Angiotensin receptor blockers (ARBs) Flashcards
1
Q
Name some examples of ARBs
A
- Losartan
- Candesartan
- Irbesartan
- Sacubitril valsartan (Entresto)
2
Q
What are the indications of ARBs?
A
- Hypertension
- Chronic heart failure
- Diabetic Nephropathy - reduce progression of nephropathy
- Chronic Kidney Disease (CKD) with proteinuria - reduce proteinuria
3
Q
What is the MOA?
A
ARBs block the action of Angiotensin 2 on the Angiotensin type 1 receptor.
Angiotensin 2 is a vasoconstrictor and stimulates Aldosterone secretion.

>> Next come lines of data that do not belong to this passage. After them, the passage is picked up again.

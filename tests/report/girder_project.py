"""An invented 12 m footbridge girder project for the report tests (text and a writer)."""

from __future__ import annotations

import textwrap
from pathlib import Path

# An invented footbridge truss: a 12 m Warren girder, two cases and one combination.
PROJECT = textwrap.dedent(
    """
    [project]
    title = "Brackwater footbridge - main girder"
    number = "TEST-0042"
    client = "Invented client for tests"
    calculation = "Warren girder G1, 12 m span"
    revision = "C"
    date = "2026-09-14"
    prepared_by = "A. Testwright"
    checked_by = "B. Reviewson"
    status = "For checking"
    template = "a4-portrait"

    [[project.revisions]]
    revision = "A"
    date = "2026-07-01"
    note = "First issue"

    [[project.revisions]]
    revision = "B"
    date = "2026-08-02"
    note = "Chord sections revised"

    [[project.revisions]]
    revision = "C"
    date = "2026-09-14"
    note = "Crowd load case added"

    [units]
    force = "kN"
    length = "m"
    stress = "MPa"
    area = "mm^2"
    second_moment = "mm^4"

    [materials.steel]
    elastic_modulus = "210 GPa"
    yield_strength = "355 MPa"
    density = "7850 kg/m^3"

    [sections.CHORD]
    material = "steel"
    area = 2400
    second_moment = 3.2e6

    [sections.WEB]
    material = "steel"
    area = 900
    second_moment = 5.0e5

    [nodes]
    L0 = [0, 0]
    L1 = [4, 0]
    L2 = [8, 0]
    L3 = [12, 0]
    U1 = [2, 1.8]
    U2 = [6, 1.8]
    U3 = [10, 1.8]

    [members]
    B1 = { ends = ["L0", "L1"], section = "CHORD", group = "bottom chord" }
    B2 = { ends = ["L1", "L2"], section = "CHORD", group = "bottom chord" }
    B3 = { ends = ["L2", "L3"], section = "CHORD", group = "bottom chord" }
    T1 = { ends = ["U1", "U2"], section = "CHORD", group = "top chord" }
    T2 = { ends = ["U2", "U3"], section = "CHORD", group = "top chord" }
    D1 = { ends = ["L0", "U1"], section = "WEB", group = "web" }
    D2 = { ends = ["U1", "L1"], section = "WEB", group = "web" }
    D3 = { ends = ["L1", "U2"], section = "WEB", group = "web" }
    D4 = { ends = ["U2", "L2"], section = "WEB", group = "web" }
    D5 = { ends = ["L2", "U3"], section = "WEB", group = "web" }
    D6 = { ends = ["U3", "L3"], section = "WEB", group = "web" }

    [supports]
    L0 = "xy"
    L3 = "y"

    [cases.G]
    title = "Deck and finishes"
    self_weight = true
    loads = { L1 = [0, -18], L2 = [0, -18] }

    [cases.Q]
    title = "Crowd on the left half"
    loads = { L1 = [0, -30], U1 = [0, -6] }

    [combinations.ULS]
    title = "Strength"
    factors = { G = 1.35, Q = 1.5 }

    [drawing]
    states = ["ULS"]

    [design]
    partial_factor = 1.0
    effective_length_factor = 1.0
    slenderness_limit = 180
    tension_slenderness_limit = 350
    stress_limit = "235 MPa"
    """
)


def write_project(folder: Path, text: str = PROJECT, name: str = "girder.toml") -> Path:
    folder.mkdir(parents=True, exist_ok=True)
    path = folder / name
    path.write_text(text, encoding="utf-8")
    return path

Blocking Angiotensin 2 in:
- HTN: vasodilation > lowers BP
- CKD: vasodilation of efferent glomerular arteriole > lower intraglomerular pressure, which slows progression of CKD
- Chronic heart failure: Reducing aldosterone concentration promotes sodium and water excretion > reduce venous return (preload) > reduce EF
4
Q
What are the side effects?
A
- Hypotension (particularly after the first dose)
- Hyperkalemia (because a lower Aldosterone level promotes K+ retention)
- Worsening renal failure (particularly in Renal artery stenosis, as vasoconstriction of the efferent glomerular arteriole is needed to maintain glomerular filtration)
5
Q
Why are ARBs preferred in black people?
A
ARBs are less likely to cause Angioedema and cough because it does not affect bradykinin metabolism.
6
Q
What are the contraindications of ARBs?
A
- Renal artery stenosis
- Acute Kidney Injury (AKI)
- women who are breastfeeding or pregnant
- Caution in CKD (give at a lower dose & monitor renal function)
7
Q
Which drugs interact with ARBs negatively?
A
- Potassium-elevating drugs (potassium supplements, aldosterone antagonists, potassium-sparing diuretics)
- NSAID with an ARB increases the risk of nephrotoxicity
8
Q
How do you monitor a person on ARBs?
A
Get a baseline U&E before starting and repeat 1-2 weeks into treatment and after increasing dose.